Ever notice the little vertical "winglets" on the wing tips? They increase the
wing efficiency. They worked so well that Boeing produced kits so older
aircraft could get them, too. They're just one example. The plastic skin used
on the 787 is for weight saving, another example of reduced fuel burn.

------
anexprogrammer
This proposal seems to ignore so much.

Like the intense friction, and heating, supersonic flight produces. Concorde's
service speed was limited by heat limits place on the aluminium alloy to
ensure a decent service life. They were always white as that was part of the
spec - dark colours would have taken heat absorption out of limit!

Wing roots varied by >100C each flight if I remember right, and _fuel was used
as a heat sink._ Are we going to use the batteries?

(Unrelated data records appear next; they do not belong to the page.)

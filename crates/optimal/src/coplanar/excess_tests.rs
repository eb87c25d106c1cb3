//! Excess.
use super::*;
use crate::certificate::Verdict;
use orbits::units;

fn spread(index: u64, salt: u64) -> f64 {
    let mut z =
        index.wrapping_mul(0x9E37_79B9_7F4A_7C15).wrapping_add(salt.wrapping_mul(0xD1B5_4A32_D192_ED03));
    z = (z ^ (z >> 30)).wrapping_mul(0xBF58_476D_1CE4_E5B9);
    z = (z ^ (z >> 27)).wrapping_mul(0x94D0_49BB_1331_11EB);
    ((z ^ (z >> 31)) >> 11) as f64 / (1u64 << 53) as f64
}

#[test]
fn explore() {
    for ends in 0..3 {
        let (mut counts, mut bad, mut max_ms, mut total, mut interior, mut worst) =
            ([0; 4], 0, 0.0f64, 0.0, 0, 0.0f64);
        for i in 0..300 {
            let r = (0.3f64.ln() + spread(i, 1) * (10.0f64 / 0.3).ln()).exp();
            let ac = (0.2f64.ln() + spread(i, 2) * 20.0f64.ln()).exp();
            let w = if ends == 1 { 0.0 } else { 5.0 * spread(i, 3) };
            let wa = if ends == 0 { 0.0 } else { 5.0 * spread(i, 4) };
            let problem = Problem {
                circles: solve::Problem {
                    start_radius: 1.0,
                    target_radius: r,
                    lightness: units::lightness(ac),
                },
                allowance: Allowance {
                    departure: units::canonical_speed(w),
                    arrival: units::canonical_speed(wa),
                },
            };
            let t = std::time::Instant::now();
            let x = solve(&problem);
            let ms = t.elapsed().as_secs_f64() * 1e3;
            max_ms = max_ms.max(ms);
            total += ms;
            let Some(x) = x else {
                println!("{i} {r:.3} {ac:.3} {w:.3} {wa:.3} NONE {ms:.1} ms");
                counts[3] += 1;
                continue;
            };
            counts[x.route as usize] += 1;
            let Some(f) = fly(&problem, &x.unknowns) else {
                println!("{i} {r:.3} {ac:.3} {w:.3} {wa:.3} unflown {x:?} {ms:.1}");
                bad += 1;
                continue;
            };
            let less = w * 0.999 > units::km_per_s(f.excess.departure)
                || wa * 0.999 > units::km_per_s(f.excess.arrival);
            interior += less as usize;
            worst = worst.max(f.evidence.excess_misfit);
            if f.evidence.verdict() != Verdict::Converged || x.route == Route::Stronger {
                println!(
                    "{i} {r:.3} {ac:.3} {w:.3} {wa:.3} used {:.3} {:.3} {:?} {:.1} ms res {:.1e} {:?} {:?}",
                    units::km_per_s(f.excess.departure),
                    units::km_per_s(f.excess.arrival),
                    x.route,
                    ms,
                    x.residual,
                    f.evidence.verdict(),
                    f.evidence
                );
            }
            bad += (f.evidence.verdict() != Verdict::Converged) as usize;
        }
        println!(
            "ends {ends}: routes {counts:?} bad {bad} interior {interior} mean {:.2} max {max_ms:.1} worst misfit {worst:.1e}",
            total / 300.0
        );
    }
}
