//! Both ends free while the orbits grow from nearly round to themselves.
//!
//! On nearly round orbits the best departure points are found by going once round; each is then followed here. For
//! eccentric or steep targets this finds what going round the final orbit does not.

use nalgebra::{SMatrix, SVector};
use numerics::arclength::{Curve, Row};

use super::curves::{Point, SHAPE_COLUMN, SHIFT, Setting, TIME_COLUMN, moved_point, row_scales, sphere_row};
use super::ends::{State, coasting_acceleration, coasting_rate};
use super::terminal::{Terminal, fly_two_ways};

/// A point of [`GrowingOpen`]: the curves' own, with the departure place as a further unknown.
#[derive(Clone, Copy, Debug, PartialEq)]
pub struct OpenPoint {
    /// Costate, time, arrival place, and the shape as parameter.
    pub point: Point,
    /// Departure place on the start orbit, as a time.
    pub departure: f64,
}

/// Departure and arrival point free; the parameter is the shape.
pub struct GrowingOpen<'a>(pub &'a Setting);

impl Curve<9, 10> for GrowingOpen<'_> {
    type Point = OpenPoint;

    fn linearised(&self, at: &OpenPoint) -> Option<Row<9, 10>> {
        let setting = self.0;
        let OpenPoint { point, departure } = at;
        let (shape, near) = (point.parameter, point.parameter + SHIFT);
        let difference = |a: &State, b: State| -> State { std::array::from_fn(|i| (b[i] - a[i]) / SHIFT) };
        let start = setting.ends.departure(shape, *departure)?;
        let start_grows = difference(&start, setting.ends.departure(near, *departure)?);
        let target = setting.ends.target(shape, point.arrival)?;
        let target_near = setting.ends.target(near, point.arrival)?;
        let target_grows = difference(&target, target_near);
        let leaving = coasting_rate(&start);
        let (terminal, by_shape) = fly_two_ways(
            setting.lightness,
            &start,
            [&leaving, &start_grows],
            &point.costate,
            point.time,
            setting.tolerance,
        )?;
        let Terminal { end, rates, by_costate, by_start } = &terminal;
        let scales = row_scales(setting.ends.to.semi_major_axis);
        let (along, bend) = (coasting_rate(&target), coasting_acceleration(&target));
        let along_grows = difference(&along, coasting_rate(&target_near));
        let leaving_bend = coasting_acceleration(&start);
        let leaving_grows = difference(&leaving, coasting_rate(&setting.ends.departure(near, *departure)?));
        // Rows: six mismatches, transversality at arrival, at departure, the sphere.
        // Columns: costate, time, arrival place, departure place, shape.
        let mut value = SVector::<f64, 9>::zeros();
        let mut j = SMatrix::<f64, 9, 10>::zeros();
        for i in 0..6 {
            value[i] = (end[i] - target[i]) * scales[i];
            value[6] += end[6 + i] * along[i];
            value[7] += point.costate[i] * leaving[i];
            for k in 0..6 {
                j[(i, k)] = by_costate[(i, k)] * scales[i];
                j[(6, k)] += by_costate[(6 + i, k)] * along[i];
            }
            j[(i, 6)] = rates[i] * scales[i] * TIME_COLUMN;
            j[(i, 7)] = -along[i] * scales[i] * TIME_COLUMN;
            j[(i, 8)] = by_start[i] * scales[i] * TIME_COLUMN;
            j[(i, 9)] = (by_shape[i] - target_grows[i]) * scales[i] * SHAPE_COLUMN;
            j[(6, 6)] += rates[6 + i] * along[i] * TIME_COLUMN;
            j[(6, 7)] += end[6 + i] * bend[i] * TIME_COLUMN;
            j[(6, 8)] += by_start[6 + i] * along[i] * TIME_COLUMN;
            j[(6, 9)] += (by_shape[6 + i] * along[i] + end[6 + i] * along_grows[i]) * SHAPE_COLUMN;
            j[(7, i)] = leaving[i];
            j[(7, 8)] += point.costate[i] * leaving_bend[i] * TIME_COLUMN;
            j[(7, 9)] += point.costate[i] * leaving_grows[i] * SHAPE_COLUMN;
        }
        j.row_mut(8).copy_from(&sphere_row::<10>(point).transpose());
        Some((value, j))
    }

    fn moved(&self, at: &OpenPoint, step: &SVector<f64, 10>) -> OpenPoint {
        let costate = step.fixed_rows::<6>(0).into_owned();
        let (time, arrival) = (step[6] * TIME_COLUMN, step[7] * TIME_COLUMN);
        OpenPoint {
            point: moved_point(&at.point, costate, time, arrival, step[9] * SHAPE_COLUMN),
            departure: at.departure + step[8] * TIME_COLUMN,
        }
    }

    fn parameter(&self, at: &OpenPoint) -> f64 {
        at.point.parameter / SHAPE_COLUMN
    }
}
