//! The coplanar extremal: states and costates under the attitude that maximises the Hamiltonian.
//!
//! States r, u, v; costates l_r, l_u, l_v (the last two are the primer vector). With k = beta/r^2 and
//! G = l_u f_r + l_v f_t,
//! H = l_r u + l_u (v^2/r - 1/r^2) - l_v u v/r + k G,
//! l_r' = l_u (v^2/r^2 - 2/r^3) - l_v u v/r^2 + 2 k G/r, l_u' = -l_r + l_v v/r, l_v' = -2 l_u v/r + l_v u/r.
//! L. S. Pontryagin's principle; H. J. Kelley (1962); A. E. Bryson, *Dynamic Optimization* (1999), problem 4.5.21.

use numerics::ode::{Flow, Mode};
use numerics::scalar::Scalar;
use sail::force;
use sail::motion::polar;
use sail::steering::primer::ideal_attitude;

/// State and costate: r, u, v, l_r, l_u, l_v.
pub type Augmented<T> = [T; 6];

/// The flow of extremals of a sail with this lightness number.
#[derive(Clone, Copy, Debug)]
pub struct Extremal {
    /// Lightness number.
    pub lightness: f64,
}

/// Cosine of the cone angle and its signed sine (positive pushes forward) that maximise the Hamiltonian.
#[inline(always)]
pub fn attitude<T: Scalar>(l_u: T, l_v: T) -> (T, T) {
    let (cos, sin) = ideal_attitude(l_u, l_v.abs());
    (cos, if l_v.value() < 0.0 { -sin } else { sin })
}

impl Extremal {
    /// The Hamiltonian, constant along an extremal.
    pub fn hamiltonian(&self, &[r, u, v, l_r, l_u, l_v]: &Augmented<f64>) -> f64 {
        let (cos, sin) = attitude(l_u, l_v);
        let [dr, du, dv] = polar::rates(self.lightness, r, u, v, force::ideal(cos, sin));
        l_r * dr + l_u * du + l_v * dv
    }
}

impl<T: Scalar> Flow<T, 6> for Extremal {
    #[inline(always)]
    fn rates(&self, _: Mode, &[r, u, v, l_r, l_u, l_v]: &Augmented<T>) -> Augmented<T> {
        let (cos, sin) = attitude(l_u, l_v);
        let push = force::ideal(cos, sin);
        let inverse = r.recip();
        let pull = inverse * inverse;
        let swing = v * inverse;
        let gain = (l_u * push.radial + l_v * push.transverse) * pull * self.lightness;
        let du = v * swing - pull + pull * push.radial * self.lightness;
        let dv = pull * push.transverse * self.lightness - u * swing;
        let dl_r =
            l_u * (swing * swing - pull * inverse * 2.0) - l_v * swing * u * inverse + gain * inverse * 2.0;
        [u, du, dv, dl_r, l_v * swing - l_r, l_v * u * inverse - l_u * swing * 2.0]
    }
}

#[cfg(test)]
mod tests {
    use super::*;
    use numerics::dual::Dual;
    use proptest::prelude::*;

    /// The Hamiltonian in any scalar, written once more from its definition.
    fn hamiltonian<T: Scalar>(lightness: f64, [r, u, v, l_r, l_u, l_v]: [T; 6]) -> T {
        let (cos, sin) = attitude(l_u, l_v);
        let gain = (l_u * cos + l_v * sin) * cos * cos;
        l_r * u + l_u * (v * v / r - (r * r).recip()) - l_v * u * v / r + gain * lightness / (r * r)
    }

    proptest! {
        #[test]
        fn rates_are_the_canonical_derivatives_of_the_hamiltonian(
            r in 0.2..5.0f64, u in -0.5..0.5f64, v in 0.3..2.0f64,
            l_r in -1.0..1.0f64, l_u in -1.0..1.0f64, l_v in 0.05..1.0f64, lightness in 0.01..1.0f64,
        ) {
            let y = [r, u, v, l_r, l_u, l_v];
            let seeded: [Dual<6>; 6] = std::array::from_fn(|i| Dual::variable(y[i], i));
            let gradient = hamiltonian(lightness, seeded).d;
            let rates = Extremal { lightness }.rates(Mode::default(), &y);
            for i in 0..3 {
                // Hamilton's equations; the maximising attitude drops out of the derivative. Rounding only.
                prop_assert!((rates[i] - gradient[i + 3]).abs() < 1e-11 * (1.0 + rates[i].abs()));
                prop_assert!((rates[i + 3] + gradient[i]).abs() < 1e-11 * (1.0 + 1.0 / (r * r * r)));
            }
        }
    }
}
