"""The one rounding rule: the uncertainty to two significant digits, the value to the same place.

GUM (JCGM 100:2008), 7.2.6: uncertainties to at most two significant digits, the value rounded to agree with it.
Halves go to the even digit. Every number that report/ shows passes through here.
"""

from __future__ import annotations

import math
from collections.abc import Mapping
from decimal import ROUND_HALF_EVEN, Decimal
from typing import Any

from ..records import Quantity

FEW_DIGITS = (
    6  # of a measured number that came without uncertainty: enough to be recognised, never the doubt itself
)
SHARE_FLOOR = 0.0005  # shares of a variance below it are shown as "< 0.1 %"
# Written out from a thousandth up to a hundred thousand; beyond that with a power of ten. Common practice, no source.
PLAIN_FROM_EXPONENT, PLAIN_TO_EXPONENT = -3, 5
GROUP = "\N{NARROW NO-BREAK SPACE}"
UNKNOWN = "not known"


def rounded(value: float, u: float) -> tuple[str, str]:
    """Value and uncertainty as plain decimals by the rule.

    Parameters
    ----------
    value, u : float
        In the same unit. Where `u` is zero or not finite nothing says how many digits are meant: the value then
        keeps six significant digits and the uncertainty is "0".

    Examples
    --------
    >>> rounded(2.2427197, 8.168e-05)
    ('2.242720', '0.000082')
    >>> rounded(1234.5, 37.2)
    ('1234', '37')
    >>> rounded(0.5, 0.0996)
    ('0.50', '0.10')
    """
    if not (math.isfinite(u) and u > 0.0 and math.isfinite(value)):
        return f"{value:.{FEW_DIGITS}g}", "0"
    place = _place(u)
    return _at(value, place), _at(u, place)


def show(quantity: Quantity | None, unit: str = "", *, scale: float = 1.0, k: float = 1.0) -> str:
    """ "1.12840 ± 0.00012 s": value ± k·u.

    Parameters
    ----------
    quantity : Quantity or None
        None is what can't be known.
    unit : str
        To show; the quantity's own where it is "".
    scale : float
        What one of the quantity's own unit is in `unit`.
    k : float
        Coverage factor; 1 shows the standard uncertainty.

    Examples
    --------
    >>> show(Quantity(1.128403, 0.0001234, "s"))
    '1.12840 ± 0.00012 s'
    >>> show(Quantity(0.0031984, 1.2e-5, "kg m^2"), "g cm²", scale=1e7, k=2.0)
    '31980 ± 240 g cm²'
    >>> show(Quantity(3.1984e-4, 1.2e-6, "kg m^2"))
    '(3.198 ± 0.012)·10⁻⁴ kg m²'
    """
    if quantity is None or not math.isfinite(quantity.value):
        return UNKNOWN
    return _written(quantity.value * scale, abs(scale) * quantity.u * k, pretty(unit or quantity.unit))


def show_entry(entry: Mapping[str, Any] | None, unit: str = "", *, scale: float = 1.0, k: float = 1.0) -> str:
    """`show` of a quantity as result.json holds it: {"value", "u", "unit"}, or null."""
    if entry is None or entry.get("value") is None:
        return UNKNOWN
    u = entry.get("u")
    bare = math.nan if u is None else float(u)
    return show(Quantity(float(entry["value"]), bare, str(entry["unit"])), unit, scale=scale, k=k)


def bare(value: float | None, digits: int = 3, unit: str = "", *, floor: float = 0.0) -> str:
    """A number that has no uncertainty of its own, to so many significant digits, trailing zeros kept.

    Sizes below `floor` are shown as "< floor": dust of the arithmetic is no finding.

    Examples
    --------
    >>> bare(0.4, unit="Hz"), bare(1234567.0, 4), bare(2.5e-7, 2), bare(7e-13, 2, "ms", floor=1e-3)
    ('0.400 Hz', '1234567', '2.5·10⁻⁷', '< 0.001 ms')
    """
    if value is None or not math.isfinite(value):
        return UNKNOWN
    if abs(value) < floor:
        return f"< {bare(floor, 1, unit)}"
    if value == 0.0:
        return _with_unit("0", pretty(unit))
    exponent = _first_place(abs(value), digits)
    if exponent >= PLAIN_FROM_EXPONENT:
        return _with_unit(_signed(_at(value, min(exponent - digits + 1, 0))), pretty(unit))
    # Scaled as a decimal: dividing by a power of ten first would turn 0.0001 into 9.99….
    text = f"{Decimal(value).scaleb(-exponent).quantize(Decimal(1).scaleb(1 - digits), ROUND_HALF_EVEN):f}"
    return _with_unit(f"{_signed(text)}·10{_raised(exponent)}", pretty(unit))


def count(number: int) -> str:
    """A whole number, in groups of three from five digits on (SI Brochure, 5.4.4).

    Examples
    --------
    >>> count(900), count(200000)
    ('900', '200\u202f000')
    """
    return f"{number:,}".replace(",", GROUP) if abs(number) >= 10_000 else str(number)


def percent(part: float | None, *, decimals: int = 1) -> str:
    """A part of one as percent.

    Examples
    --------
    >>> percent(0.79918), percent(8e-5), percent(0.5, decimals=0)
    ('79.9 %', '< 0.1 %', '50 %')
    """
    if part is None or not math.isfinite(part):
        return UNKNOWN
    if 0.0 < part < SHARE_FLOOR:
        return "< 0.1 %"
    return f"{_at(100.0 * part, -decimals)} %"


def change(relative: float, u: float = 0.0) -> str:
    """A relative change as signed percent, to two digits of its uncertainty, or of itself without one.

    Examples
    --------
    >>> change(-0.00183172), change(-0.00015, 1.5e-5), change(0.0)
    ('−0.18 %', '(−0.0150 ± 0.0015) %', '0 %')
    """
    if relative == 0.0 and u == 0.0:
        return "0 %"
    if u > 0.0:
        value, doubt = rounded(100.0 * relative, 100.0 * u)
        return f"({_signed(value)} ± {doubt}) %"
    return f"{_signed(_at(100.0 * relative, _place(abs(100.0 * relative))))} %"


def deviation(relative: float) -> str:
    """How far one run lies off, in percent with its sign, to ten parts in a million: comparable down a column.

    Examples
    --------
    >>> deviation(9.8e-5), deviation(-0.0124)
    ('+0.010 %', '−1.240 %')
    """
    text = _at(100.0 * relative, -3)
    if float(text) == 0.0:
        return "0.000 %"
    return f"{_signed(text) if relative < 0.0 else '+' + text} %"


def pretty(unit: str) -> str:
    """A unit as people write it: "kg m^2" → "kg m²", "1" → "".

    Examples
    --------
    >>> pretty("kg m^2"), pretty("1"), pretty("1/s"), pretty("deg")
    ('kg m²', '', '1/s', '°')
    """
    if unit in ("1", ""):
        return ""
    if unit == "deg":
        return "°"
    return unit.replace("^2", "²").replace("^3", "³")


def _written(value: float, u: float, unit: str) -> str:
    known = math.isfinite(u) and u > 0.0
    power = _power(max(abs(value), u if known else 0.0))
    text, doubt = rounded(value / 10.0**power, u / 10.0**power)
    both = f"{_signed(text)} ± {doubt}" if known else _signed(text)
    if power:
        return _with_unit(f"({both})·10{_raised(power)}" if known else f"{both}·10{_raised(power)}", unit)
    if unit in ("°", "%") and known:
        return f"({both}){'' if unit == '°' else ' '}{unit}"
    return _with_unit(both, unit)


def _with_unit(text: str, unit: str) -> str:
    return f"{text}{unit}" if unit == "°" else f"{text} {unit}".rstrip()


def _place(u: float) -> int:
    """Power of ten of the last digit that is shown of an uncertainty."""
    return _first_place(u, 2) - 1


def _first_place(size: float, digits: int) -> int:
    """Power of ten of the first digit of a number rounded to so many: that of 0.0996 to two is −1, since it rounds to 0.10."""
    exact = Decimal(size)
    exponent = exact.adjusted()
    return exact.quantize(Decimal(1).scaleb(exponent - digits + 1), ROUND_HALF_EVEN).adjusted()


def _at(value: float, place: int) -> str:
    return f"{Decimal(value).quantize(Decimal(1).scaleb(place), ROUND_HALF_EVEN):f}"


def _signed(text: str) -> str:
    return text.replace("-", "−")


def _power(size: float) -> int:
    """Power of ten to take out: none from a thousandth to a hundred thousand."""
    if size == 0.0 or not math.isfinite(size):
        return 0
    exponent = Decimal(size).adjusted()
    return 0 if PLAIN_FROM_EXPONENT <= exponent < PLAIN_TO_EXPONENT else exponent


def _raised(power: int) -> str:
    return str(power).translate(str.maketrans("-0123456789", "⁻⁰¹²³⁴⁵⁶⁷⁸⁹"))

If the outer surfaces are conductors, what are we doing about icing
conditions?

Concorde, or likely most SST, engines put out a _lot_ of thrust in a very
fighter-like profile (they were a continuation of a fighter engine, and had
reheat). Electric fans aren't going to work efficiently in that profile and
would probably be large diameter, which isn't very supersonic friendly.

How are we now handling taxiing and subsonic? Edit: To expand the last point,
Concordes were horribly inefficient subsonic, and burnt something like 2t of
fuel to get to the runway. Reheat was used at takeoff and going transonic.
They pumped tonnes of fuel after reaching supersonic - for weight and balance
and reduced drag. They were basically really big fighters.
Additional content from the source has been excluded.